私は中2のミーと父の好きなジャズを演奏することになっていた。
妹が父が覚えているようだと選んだ楽譜は「In The Mood」と「Moon River」。
私にあまり負担の無いように、楽譜のギターコードで適当に合わせてくれれば良いと言う。
私と妹は中学生時代からいつもカラオケごっこをしており、それは片方がピアノを弾いて、片方がマイクで歌うと言う遊びである。
当時『明星』『平凡』と言った雑誌があって、それの付録に歌本みたいなものがついていて、最新の流行曲の楽譜とギターコードが載っていた。
そのギターコードを和音に直して、適当にズンチャカズンチャカと弾いていたのである。
とは言っても、さすがにしばらくピアノを弾いていない私。
楽譜を受け取ってから、何度か練習を重ねる。
1度ぐらいミーとテンポをあわせておいた方が良かろうとTELしてみると妹は喜んでくれた。
しかし、私は平日は仕事だし、ミーも部活や歯医者などいろいろ忙しく、夜遅くでは近所迷惑になると言う事情もあり、合わせるのは当日になってしまった。
「それからね」と妹は言い、「看護婦さんと相談して最初にお孫さんからのお祝いの言葉を言う事になってるのね。
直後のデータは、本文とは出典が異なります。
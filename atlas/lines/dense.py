"""The dense atomic line list shipped in ``data/ges_lines.csv.gz``.

``load_dense_lines()`` reads the table derived from the Gaia-ESO line list
(Heiter et al. 2021, A&A 645, A106; 4200-9200 Å air, neutral and singly ionised
atoms) by ``python -m atlas.lines.derive_ges``.  Nothing is downloaded at run time.
``load_merged_lines()`` adds, from ``load_lines()``, the computed H I / He II
series, the curated atomic lines outside the GES range, the molecular heads and
the telluric bands.  ``load_lines()`` itself is unchanged.
"""

from __future__ import annotations

import functools
from pathlib import Path

import numpy as np
import pandas as pd

from atlas.errors import InputError
from atlas.lines import COLUMNS, load_lines, validate

DENSE_PATH = Path(__file__).with_name("data") / "ges_lines.csv.gz"
EXTRA_COLUMNS = ("gf_source", "g_upper", "lower_level", "upper_level")
#: Air wavelength range covered by the Gaia-ESO list (Heiter et al. 2021), Å.
GES_AIR_RANGE_A = (4200.0, 9200.0)
#: A curated line counts as present in the dense list when a line of its species lies
#: this close (vacuum Å); the curated wavelengths agree with GES to 0.02 Å.
SAME_LINE_A = 0.05


@functools.lru_cache(maxsize=2)
def _read(path: str, mtime: float) -> pd.DataFrame:
    try:
        raw = pd.read_csv(path, dtype=str, keep_default_na=False, compression="gzip")
    except FileNotFoundError:
        raise InputError(path, "no such file") from None
    except (OSError, pd.errors.ParserError, pd.errors.EmptyDataError, UnicodeDecodeError) as exc:
        raise InputError(path, f"not a readable gzip CSV line list ({exc})") from None
    missing = [c for c in EXTRA_COLUMNS if c not in raw.columns]
    if missing:
        raise InputError(path, f"missing column {', '.join(missing)}")
    typed = validate(raw[list(COLUMNS)], path)
    order = pd.to_numeric(raw["vacuum_A"]).to_numpy().argsort(kind="stable")
    extra = raw[list(EXTRA_COLUMNS)].iloc[order].reset_index(drop=True)
    for col in EXTRA_COLUMNS:
        typed[col] = extra[col]
    typed["g_upper"] = pd.to_numeric(typed["g_upper"], errors="coerce")
    return typed


def load_dense_lines(path=None) -> pd.DataFrame:
    """The shipped GES table: columns of ``load_lines()`` plus ``EXTRA_COLUMNS``
    (``g_upper`` float, level designations as text, lower level first), sorted by
    vacuum Å; cached per file and modification time."""
    p = str(path) if path is not None else str(DENSE_PATH)
    if not Path(p).is_file():
        raise InputError(p, "no such file")
    return _read(p, Path(p).stat().st_mtime).copy()


def _absent(cur: pd.DataFrame, dense: pd.DataFrame) -> np.ndarray:
    """True for each row of ``cur`` with no line of its species in ``dense`` within SAME_LINE_A."""
    out = np.ones(len(cur), dtype=bool)
    waves = {sp: g["vacuum_A"].to_numpy() for sp, g in dense.groupby("species", sort=False)}
    for i, (sp, w) in enumerate(zip(cur["species"], cur["vacuum_A"], strict=True)):
        ref = waves.get(sp)
        if ref is not None and ref.size:
            j = np.searchsorted(ref, w)
            near = ref[max(j - 1, 0):j + 1]
            out[i] = not (np.abs(near - w) < SAME_LINE_A).any()
    return out


def load_merged_lines() -> pd.DataFrame:
    """Dense GES atoms plus, from ``load_lines()``: H I / He II (all), other atomic
    lines outside 4200-9200 Å (air), the curated atomic lines inside it that the GES
    list lacks (He I, C II, Si III, ... of hot stars: no GES line of the species within
    ``SAME_LINE_A``), band heads and telluric bands; sorted by vacuum Å.
    Rows from ``load_lines()`` have empty ``gf_source`` and level columns, NaN ``g_upper``."""
    dense = load_dense_lines()
    cur = load_lines()
    air = cur["air_A"].to_numpy()
    hydrogenic = cur["species"].isin(["H I", "He II"]).to_numpy()
    outside = (air < GES_AIR_RANGE_A[0]) | (air > GES_AIR_RANGE_A[1])
    keep = (cur["kind"] != "atomic").to_numpy() | hydrogenic | outside | _absent(cur, dense)
    extra = cur.loc[keep].copy()
    for col in EXTRA_COLUMNS:
        extra[col] = np.nan if col == "g_upper" else ""
    out = pd.concat([dense, extra], ignore_index=True)
    return out.sort_values("vacuum_A", kind="stable").reset_index(drop=True)
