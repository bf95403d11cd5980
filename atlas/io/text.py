"""Reader for CSV / TSV / plain text spectra, with or without a header line.

The file convention (also in README, "Reading spectrum files"):

* Lines starting with ``#``, ``;`` or ``!`` are comments, anywhere in the file;
  blank lines too; so is ``#`` or ``!`` after a space at the end of a data row.  A comment of the form ``# key: value`` with a key from
  ``METADATA_KEYS`` sets that metadata; other comments are ignored.
* The first other line is the header naming the columns, separated by tabs,
  commas, semicolons (whichever the header line holds) or else whitespace.  When
  that line holds two or three numbers there is no header: the columns are
  wavelength, flux and (optionally) uncertainty.  Numbers may use a Fortran
  ``D`` exponent (``1.5D+03``).
* The wavelength column is ``wavelength`` (or ``wave``, ``lambda``, ``wl``), its
  unit as a suffix: ``wavelength_A``, ``wavelength_nm``, ``wavelength_um`` (also
  ``wavelength [nm]`` or ``wavelength(nm)``), else the ``# wave_unit:`` comment or
  the ``wave_unit`` option (``--wave-unit``); two different units are an error;
  none at all: inferred from the value range (``validate.infer_unit``).
* A flux column (``flux``, ``intensity``, ``counts``, ...) and optionally an
  uncertainty column (``uncertainty``, ``error``, ``sigma``, ... as standard
  deviations; ``variance``; ``ivar`` as inverse variance).  Empty cells and
  ``nan`` are missing values: masked, never dropped.
"""

from __future__ import annotations

import io
import os
import re

import numpy as np

from atlas.errors import InputError
from atlas.io import meta, validate
from atlas.io.fits_image import to_sigma
from atlas.io.fits_table import FLUX_NAMES, IVAR_NAMES, SIGMA_NAMES, VARIANCE_NAMES

NAME = "text"
DESCRIPTION = "text table (CSV, TSV, whitespace): wavelength, flux, optional error; header optional"

#: First characters of a comment line.
COMMENT_CHARS = ("#", ";", "!")
#: Column names of a file without a header line.
HEADERLESS_NAMES = ("wavelength", "flux", "error")
#: A comment after the numbers of a data row: ``#`` or ``!`` and the rest of the line.
_INLINE_COMMENT = re.compile(r"\s[#!].*$")
_FORTRAN_EXP = re.compile(r"(?<=[0-9.])[dD](?=[+-]?[0-9])")

#: ``# key: value`` comment keys and what they mean.
METADATA_KEYS = {
    "target": "name of the star",
    "medium": "air or vacuum: the medium of the wavelengths",
    "wave_unit": "unit of the wavelength column when its name has no suffix (A, nm, um, ...)",
    "ra_deg": "right ascension in degrees (ra: also takes sexagesimal hours, 08:13:36.2)",
    "dec_deg": "declination in degrees (dec: also takes sexagesimal degrees, -12:03:04)",
    "ra": "right ascension: degrees or sexagesimal hours",
    "dec": "declination: degrees or sexagesimal degrees",
    "obs_time_utc": "mid-exposure time, ISO 8601 UTC (2024-03-05T21:14:03)",
    "obs_start_utc": "exposure start, ISO 8601 UTC; mid-exposure is derived with exposure_s",
    "exposure_s": "exposure time in seconds",
    "site_lat_deg": "observatory latitude in degrees (north positive)",
    "site_lon_deg": "observatory longitude in degrees (east positive)",
    "site_height_m": "observatory height above the WGS84 ellipsoid in metres",
    "resolving_power": "resolving power lambda / delta-lambda of the spectrograph",
    "flux_unit": "unit of the flux column (free text)",
}

TEXT_EXTENSIONS = (".csv", ".tsv", ".txt", ".dat", ".tab", ".ascii")
_WAVE_RE = re.compile(
    r"^(?:wavelength|wavelen|wave|lambda|wl|lam)s?"
    r"(?:\s*[\(\[]\s*(?P<u1>[^\)\]]+?)\s*[\)\]]|[_\-\s]+(?P<u2>[^\s\(\)\[\]]+))?$",
    re.IGNORECASE,
)
_COMMENT_RE = re.compile(r"^#\s*([A-Za-z_][A-Za-z0-9_\-]*)\s*[:=]\s*(.*?)\s*$")


def _split(line: str, delim: str | None) -> list[str]:
    parts = line.split(delim) if delim else line.split()
    return [s.strip().strip('"').strip("'").strip() for s in parts]


def _delimiter(header: str) -> str | None:
    for d in ("\t", ",", ";"):
        if d in header:
            return d
    return None


def _wave_match(name: str):
    return _WAVE_RE.match(name.strip())


def _first_header(text: str) -> str | None:
    for line in text.splitlines():
        s = line.strip()
        if s and not s.startswith(COMMENT_CHARS):
            return s
    return None


def _fortran(s: str) -> str:
    """Fortran ``D`` exponents as ``E`` (``1.5D+03`` -> ``1.5E+03``)."""
    return _FORTRAN_EXP.sub("E", s)


def _headerless(names) -> bool:
    return len(names) in (2, 3) and all(_is_number(_fortran(n)) for n in names)


@validate.sniffer
def can_read(path) -> bool:
    """True for UTF-8 text whose header line names a wavelength column, or any .csv/.tsv text."""
    raw = validate.head_bytes(path, 65536)
    if not raw or b"\x00" in raw or raw.startswith(b"SIMPLE  ="):
        return False
    try:
        text = raw.decode("utf-8-sig")
    except UnicodeDecodeError:
        # a multi-byte character cut at the end of the sample is fine
        try:
            text = raw[:-4].decode("utf-8-sig")
        except UnicodeDecodeError:
            return False
    header = _first_header(text)
    if header is None:
        return False
    names = _split(header, _delimiter(header))
    numbers = len(names) >= 2 and all(_is_number(_fortran(n)) for n in names)
    if any(_wave_match(n) for n in names) or numbers:  # read() refuses other than 2-3 columns
        return True
    return os.path.splitext(os.fspath(path))[1].lower() in (".csv", ".tsv")


def read(path, *, wave_unit=None, medium=None, **_options):
    """Read a CSV/TSV spectrum into a Spectrum (see the module docstring for the convention)."""
    p = validate.check_file(path)
    if validate.is_fits(p):
        raise InputError(p, "this is a FITS file, not a text table")
    try:
        with open(p, encoding="utf-8-sig") as fh:
            text = fh.read()
    except UnicodeDecodeError:
        raise InputError(p, "not a spectrum file: not UTF-8 text and not FITS") from None
    if "\x00" in text:
        raise InputError(p, "not a spectrum file: binary data, not text")
    lines = text.splitlines()
    comments: dict[str, tuple[int, str]] = {}
    header_at = None
    for i, line in enumerate(lines):
        s = line.strip()
        if not s:
            continue
        if s.startswith(COMMENT_CHARS):
            m = _COMMENT_RE.match(s)
            if m and m.group(1).lower() in METADATA_KEYS:
                comments[m.group(1).lower()] = (i + 1, m.group(2))
            continue
        header_at = i
        break
    if header_at is None:
        raise InputError(p, "no header line and no data: only comments or blank lines")
    header = lines[header_at].strip()
    delim = _delimiter(header)
    names = _split(header, delim)
    data_from = header_at + 1
    if _headerless(names):
        names, data_from = list(HEADERLESS_NAMES[: len(names)]), header_at
    elif all(_is_number(_fortran(n)) for n in names):
        raise InputError(
            p,
            f"no header line and {len(names)} columns; without a header give 2 or 3"
            " (wavelength, flux, error), or name the columns, e.g. wavelength_A,flux",
        )
    wave_i = next((k for k, n in enumerate(names) if _wave_match(n)), None)
    if wave_i is None:
        raise InputError(
            p,
            "no spectral axis: no wavelength column in the header (e.g. wavelength_A, wavelength_nm)",
        )
    flux_i, unc_i, kind = _flux_columns(p, names)

    m = _wave_match(names[wave_i])
    col_unit = m.group("u1") or m.group("u2")
    unit = _unit(p, col_unit, comments.get("wave_unit"), wave_unit)
    table = _numbers(p, lines, data_from, delim, len(names))
    note = None
    if unit is None:
        unit, note = validate.infer_unit(table[:, wave_i], p)
    wave_A = validate.to_angstrom(table[:, wave_i], unit)
    flux = table[:, flux_i]
    unc = None if unc_i is None else to_sigma(table[:, unc_i], kind)
    attrs, file_medium = _metadata(p, comments)
    if note:
        attrs["wave_unit_inferred"] = note
    return validate.build(
        p, NAME, wave_A, flux, unc, medium=file_medium, medium_option=medium, attrs=attrs
    )


def _flux_columns(path, names) -> tuple[int, int | None, str | None]:
    """Indices of the flux column and of the uncertainty column (with its kind) in a header."""
    lower = [n.lower() for n in names]
    flux_i = next((lower.index(c) for c in FLUX_NAMES if c in lower), None)
    if flux_i is None:
        flux_i = next(
            (
                k
                for k, n in enumerate(lower)
                if n.startswith("flux") and n not in SIGMA_NAMES + VARIANCE_NAMES + IVAR_NAMES
            ),
            None,
        )
    if flux_i is None:
        raise InputError(path, "no flux column in the header (e.g. flux, intensity, counts)")
    unc_i, kind = None, None
    for cands, k in ((SIGMA_NAMES, "sigma"), (VARIANCE_NAMES, "variance"), (IVAR_NAMES, "ivar")):
        hit = next((lower.index(c) for c in cands if c in lower), None)
        if hit is not None:
            unc_i, kind = hit, k
            break
    return flux_i, unc_i, kind


def _is_number(s: str) -> bool:
    try:
        float(s)
    except ValueError:
        return False
    return True


def _unit(path, col_unit, comment, option):
    """The one wavelength unit named by the column suffix, the comment and the option (None: none)."""
    named = []
    if col_unit:
        named.append(
            (
                validate.wavelength_unit(col_unit, path, "the wavelength column"),
                col_unit,
                "the column name",
            )
        )
    if comment:
        line, value = comment
        named.append(
            (
                validate.wavelength_unit(value, path, f"'# wave_unit' (line {line})"),
                value,
                f"'# wave_unit' (line {line})",
            )
        )
    if option is not None:
        named.append(
            (validate.wavelength_unit(option, "--wave-unit", "wavelengths"), option, "--wave-unit")
        )
    if not named:
        return None  # the caller infers it from the values
    first = named[0]
    for other in named[1:]:
        if other[0] != first[0]:
            raise InputError(
                path,
                f"wavelength unit {other[1]!r} from {other[2]} disagrees with {first[1]!r} from {first[2]}",
            )
    return first[0]


def _numbers(path, lines, data_from, delim, ncol) -> np.ndarray:
    """The data rows as a float array (rows x ncol); ragged or non-numeric rows are errors."""
    import pandas as pd

    rows = []
    for i in range(data_from, len(lines)):
        s = _fortran(_INLINE_COMMENT.sub("", lines[i]).strip())
        if not s or s.startswith(COMMENT_CHARS):
            continue
        n = (s.count(delim) + 1) if delim else len(s.split())
        if n != ncol:
            raise InputError(
                path,
                f"length mismatch: line {i + 1} has {n} value(s), the header names {ncol} columns",
            )
        rows.append(s)
    if not rows:
        raise InputError(path, "no data rows after the header line")
    try:
        frame = pd.read_csv(
            io.StringIO("\n".join(rows)),
            sep=delim if delim else r"\s+",
            header=None,
            dtype=np.float64,
            na_values=["", "nan", "NaN", "NAN", "null", "NULL", "-"],
            keep_default_na=True,
            skipinitialspace=True,
            engine="c",
        )
    except (ValueError, TypeError):
        for k, s in enumerate(rows):
            for v in _split(s, delim):
                if v and not _is_number(v) and v.lower() not in ("nan", "null", "-"):
                    raise InputError(path, f"not a number: {v!r} in data row {k + 1}") from None
        raise InputError(path, "data rows are not all numbers") from None
    return frame.to_numpy(dtype=np.float64)


def _metadata(path, comments) -> tuple[dict, str]:
    """Spectrum attributes and the medium from ``# key: value`` comments."""

    def bad(key, why):
        line = comments[key][0]
        return InputError(path, f"line {line}: '# {key}' {why}")

    def num(key, zero_ok):
        if key not in comments:
            return None
        v = comments[key][1]
        try:
            x = float(v)
        except ValueError:
            raise bad(key, f"is not a number: {v!r}") from None
        if not np.isfinite(x) or x < 0 or (x == 0 and not zero_ok):
            raise bad(key, f"has an impossible value {v!r}")
        return x

    attrs: dict = {}
    if comments.get("target", (0, ""))[1]:
        attrs["target"] = comments["target"][1]
    file_medium = "unknown"
    if "medium" in comments:
        m = comments["medium"][1].strip().lower()
        if m not in ("air", "vacuum", "unknown"):
            raise bad("medium", f"must be air or vacuum, not {comments['medium'][1]!r}")
        file_medium = m
    ra_key = "ra_deg" if "ra_deg" in comments else "ra" if "ra" in comments else None
    dec_key = "dec_deg" if "dec_deg" in comments else "dec" if "dec" in comments else None
    if ra_key or dec_key:
        if not (ra_key and dec_key):
            raise bad(
                ra_key or dec_key, "needs its partner (both ra_deg and dec_deg, or ra and dec)"
            )
        try:
            attrs["ra_deg"], attrs["dec_deg"] = meta.radec_deg(
                comments[ra_key][1], comments[dec_key][1]
            )
        except ValueError as exc:
            raise bad(ra_key, str(exc)) from None
    exposure = num("exposure_s", zero_ok=True)
    if exposure is not None:
        attrs["exposure_s"] = exposure
    for key, mid in (("obs_time_utc", True), ("obs_start_utc", False)):
        if key in comments and "obs_time_utc" not in attrs:
            try:
                t = meta.parse_time(comments[key][1])
            except ValueError as exc:
                raise bad(key, str(exc)) from None
            if not mid and exposure is not None:
                from astropy.time import TimeDelta

                t = t + TimeDelta(exposure / 2.0, format="sec")
            attrs["obs_time_utc"] = meta.iso_utc(t)
            attrs["obs_time_is_mid"] = bool(mid or exposure is not None)
    site = [k for k in ("site_lat_deg", "site_lon_deg", "site_height_m") if k in comments]
    if site:
        if len(site) != 3:
            raise bad(site[0], "needs site_lat_deg, site_lon_deg and site_height_m together")
        try:
            lat, lon, h = meta.site_geodetic(*(float(comments[k][1]) for k in site))
        except ValueError as exc:
            raise bad(site[0], str(exc)) from None
        attrs.update(site_lat_deg=lat, site_lon_deg=lon, site_height_m=h)
    r = num("resolving_power", zero_ok=False)
    if r is not None:
        attrs["resolving_power"] = r
    if comments.get("flux_unit", (0, ""))[1]:
        attrs["flux_unit"] = comments["flux_unit"][1]
    return attrs, file_medium
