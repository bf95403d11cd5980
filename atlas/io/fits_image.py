"""Reader for a FITS image HDU holding one 1-D spectrum with a spectral WCS.

The spectral axis is axis 1, ``CTYPE1`` one of ``WAVE``, ``AWAV`` (linear) or
``WAVE-LOG``, ``AWAV-LOG`` (logarithmic), with ``CRVAL1``, ``CRPIX1``, the step
``CDELT1`` or ``CD1_1``, and the unit ``CUNIT1``.  Wavelengths are evaluated by
astropy.wcs (wcslib), never by hand.  ``AWAV*`` means air wavelengths, ``WAVE*``
vacuum.  An image of shape (1, N) or (1, 1, N) is read as a 1-D spectrum; one of
(rows, N) with a spectral CTYPE1 as one spectrum per row on the shared axis.  An image with no
WCS at all but an image HDU named ``WAVELENGTH`` (``WAVE``, ``LAMBDA``) of the same
length beside it takes its wavelengths from there (unit in its ``BUNIT``, medium
from a ``MEDIUM``, ``AIRORVAC`` or ``VACUUM`` keyword), as a one-order echelle file would.  An optional
uncertainty image of the same length sits in an HDU named ``UNCERTAINTY``,
``ERROR``, ``ERR``, ``SIGMA``, ``STDDEV`` or ``NOISE`` (standard deviations),
``VARIANCE``/``VAR`` or ``IVAR``/``INVVAR`` (converted to standard deviations).

References
----------
Greisen, E. W., Calabretta, M. R., Valdes, F. G., & Allen, S. L. 2006,
"Representations of spectral coordinates in FITS", A&A 446, 747 (FITS WCS Paper III).
"""

from __future__ import annotations

import numpy as np

from atlas.errors import InputError
from atlas.io import fitsutil, validate

NAME = "fits_image"
DESCRIPTION = "FITS image holding a 1-D spectrum with a linear or log-linear spectral WCS"

#: CTYPE1 values we read and the medium each one means (Greisen et al. 2006, Table 1 and sect. 3).
SPECTRAL_CTYPES = {"WAVE": "vacuum", "AWAV": "air", "WAVE-LOG": "vacuum", "AWAV-LOG": "air"}


def _is_spectrum_image(extname: str, header, is_image: bool) -> bool:
    if not is_image or extname in fitsutil.UNCERTAINTY_NAMES:
        return False
    naxis = header.get("NAXIS", 0)
    n1 = header.get("NAXIS1", 0)
    if naxis == 1:
        return n1 > 1
    if naxis == 2:
        rows = header.get("NAXIS2", 0)
        spectral = str(header.get("CTYPE1", "")).strip().upper() in SPECTRAL_CTYPES
        return n1 > 1 and (rows == 1 or (rows > 1 and spectral))
    if naxis == 3:
        return header.get("NAXIS2", 0) == 1 and header.get("NAXIS3", 0) == 1 and n1 > 1
    return False


@validate.sniffer
def can_read(path) -> bool:
    """True for a FITS file with an image HDU of shape (N,) or (1, N)."""
    if not validate.is_fits(path):
        return False
    headers = fitsutil.peek(path)
    return bool(headers) and any(_is_spectrum_image(*h) for h in headers)


def read(path, *, wave_unit=None, medium=None, **_options):
    """Read the first 1-D spectrum image of a FITS file into a Spectrum."""
    p = validate.check_file(path)
    with fitsutil.open_fits(p) as hdul:
        index = next(
            (
                i
                for i, hdu in enumerate(hdul)
                if _is_spectrum_image(
                    str(hdu.header.get("EXTNAME", "")).strip().upper(), hdu.header, hdu.is_image
                )
            ),
            None,
        )
        if index is None:
            raise InputError(p, "not a spectrum file: no image HDU of shape (N,) or (1, N)")
        hdu = hdul[index]
        header = hdu.header.copy()
        flux = np.asarray(hdu.data, dtype=np.float64)
        flux = flux.reshape(-1) if flux.ndim != 2 or flux.shape[0] == 1 else flux
        wave_hdu = _wavelength_image(hdul, index)
        if wave_hdu is not None and not str(header.get("CTYPE1", "")).strip():
            # no WCS, but a WAVELENGTH image beside the flux (the one-order echelle layout)
            raw = np.asarray(wave_hdu.data, dtype=np.float64).reshape(-1)
            unit, note = unit_or_inferred(
                fitsutil.wave_image_unit(wave_hdu.header),
                wave_unit,
                raw,
                p,
                "BUNIT/CUNIT1 of the WAVELENGTH image",
            )
            wave_A = validate.to_angstrom(raw, unit)
            file_medium = (
                fitsutil.air_or_vacuum(wave_hdu.header)
                or fitsutil.air_or_vacuum(hdul[0].header)
                or "unknown"
            )
        else:
            note = None
            wave_A, file_medium = wavelengths_from_wcs(header, flux.shape[-1], p, wave_unit)
            if flux.ndim == 2:  # one spectrum per row on the shared axis
                wave_A = np.broadcast_to(wave_A, flux.shape).copy()
        unc = _uncertainty(hdul, index, p, flux.shape)
        attrs = fitsutil.header_metadata(
            fitsutil.merged_header(hdul[0].header if index else None, header)
        )
        if note:
            attrs["wave_unit_inferred"] = note
    return validate.build(
        p, NAME, wave_A, flux, unc, medium=file_medium, medium_option=medium, attrs=attrs
    )


def wavelengths_from_wcs(header, n: int, path, wave_unit=None) -> tuple[np.ndarray, str]:
    """Wavelengths (Å) of pixels 0..n-1 on axis 1 of a header's WCS, and the medium.

    References
    ----------
    Greisen et al. 2006, A&A 446, 747 (FITS WCS Paper III), evaluated by astropy.wcs.
    """
    from astropy.wcs import WCS

    ctype = str(header.get("CTYPE1", "")).strip().upper()
    if not ctype:
        raise InputError(path, "no spectral axis: the image has no WCS (CTYPE1 missing)")
    if ctype not in SPECTRAL_CTYPES:
        raise InputError(
            path,
            f"no spectral axis: CTYPE1 is {ctype!r}, expected one of " + ", ".join(SPECTRAL_CTYPES),
        )
    if header.get("CRVAL1") is None:
        raise InputError(path, "no spectral axis: CRVAL1 (reference wavelength) missing")
    if header.get("CDELT1") is None and header.get("CD1_1") is None:
        raise InputError(
            path, "no spectral axis: neither CDELT1 nor CD1_1 gives the wavelength step"
        )
    unit = _axis_unit(header.get("CUNIT1"), wave_unit, path)
    h = header.copy()
    h["CUNIT1"] = unit.to_string("fits")
    try:
        with fitsutil.quiet():
            w = WCS(h, naxis=1)
            world = w.wcs_pix2world(np.arange(n, dtype=np.float64), 0)[0]
            out_unit = w.wcs.cunit[0]
    except Exception as exc:
        raise InputError(
            path, f"no spectral axis: unusable WCS ({validate.short_reason(exc)})"
        ) from None
    return validate.to_angstrom(world, out_unit), SPECTRAL_CTYPES[ctype]


def _axis_unit(file_unit, wave_unit, path, keyword: str = "CUNIT1"):
    """The wavelength unit: the file's, else ``wave_unit``; both must agree when both are given."""
    has_file = file_unit is not None and str(file_unit).strip() != ""
    if has_file:
        unit = validate.wavelength_unit(file_unit, path, f"the wavelengths ({keyword})")
        if wave_unit is not None:
            opt = validate.wavelength_unit(wave_unit, "--wave-unit", "wavelengths")
            if opt != unit:
                raise InputError(
                    path, f"--wave-unit {wave_unit!r} disagrees with the file's unit {file_unit!r}"
                )
        return unit
    if wave_unit is None:
        raise InputError(path, f"no wavelength unit: {keyword} missing; give it with --wave-unit")
    return validate.wavelength_unit(wave_unit, "--wave-unit", "wavelengths")


def unit_or_inferred(file_unit, wave_unit, values, path, keyword):
    """(unit, note): the file's or ``--wave-unit``'s unit, else one inferred from the values."""
    if (file_unit is None or str(file_unit).strip() == "") and wave_unit is None:
        return validate.infer_unit(values, path)
    return _axis_unit(file_unit, wave_unit, path, keyword), None


def _wavelength_image(hdul, index):
    """An image HDU named WAVELENGTH (or WAVE, LAMBDA) other than the flux HDU, or None."""
    for i, hdu in enumerate(hdul):
        name = str(hdu.header.get("EXTNAME", "")).strip().upper()
        if i != index and hdu.is_image and hdu.data is not None and name in fitsutil.WAVE_EXTNAMES:
            return hdu
    return None


def _uncertainty(hdul, index, path, shape):
    """Standard deviations from an uncertainty HDU (in the flux's shape when it fits), or None."""
    for i, hdu in enumerate(hdul):
        if i == index or not hdu.is_image or hdu.data is None:
            continue
        kind = fitsutil.UNCERTAINTY_NAMES.get(str(hdu.header.get("EXTNAME", "")).strip().upper())
        if kind:
            sig = to_sigma(np.asarray(hdu.data, dtype=np.float64), kind)
            return sig.reshape(shape) if sig.size == int(np.prod(shape)) else sig.reshape(-1)
    return None


def to_sigma(values, kind: str) -> np.ndarray:
    """Standard deviations from ``sigma``, ``variance`` or ``ivar`` (inverse variance) values."""
    v = np.asarray(values, dtype=np.float64)
    with np.errstate(divide="ignore", invalid="ignore"):
        if kind == "variance":
            v = np.sqrt(np.where(v >= 0, v, np.nan))
        elif kind == "ivar":
            v = np.where(v > 0, 1.0 / np.sqrt(np.where(v > 0, v, 1.0)), np.nan)
    return v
それは初孫のkekeがどうかなぁって言ってるのよ。」
「え!!それは確かにそうだけど、あの子そんなオネガイしたら『やっぱ行かない』って言うかも。」
私はどうしようどうしよう大丈夫かなぁ、と言うと妹は「もしも無理だったら、その場で私が言ってもいいし」と言い、ミーは「その時は自分が挨拶するよ」と言う。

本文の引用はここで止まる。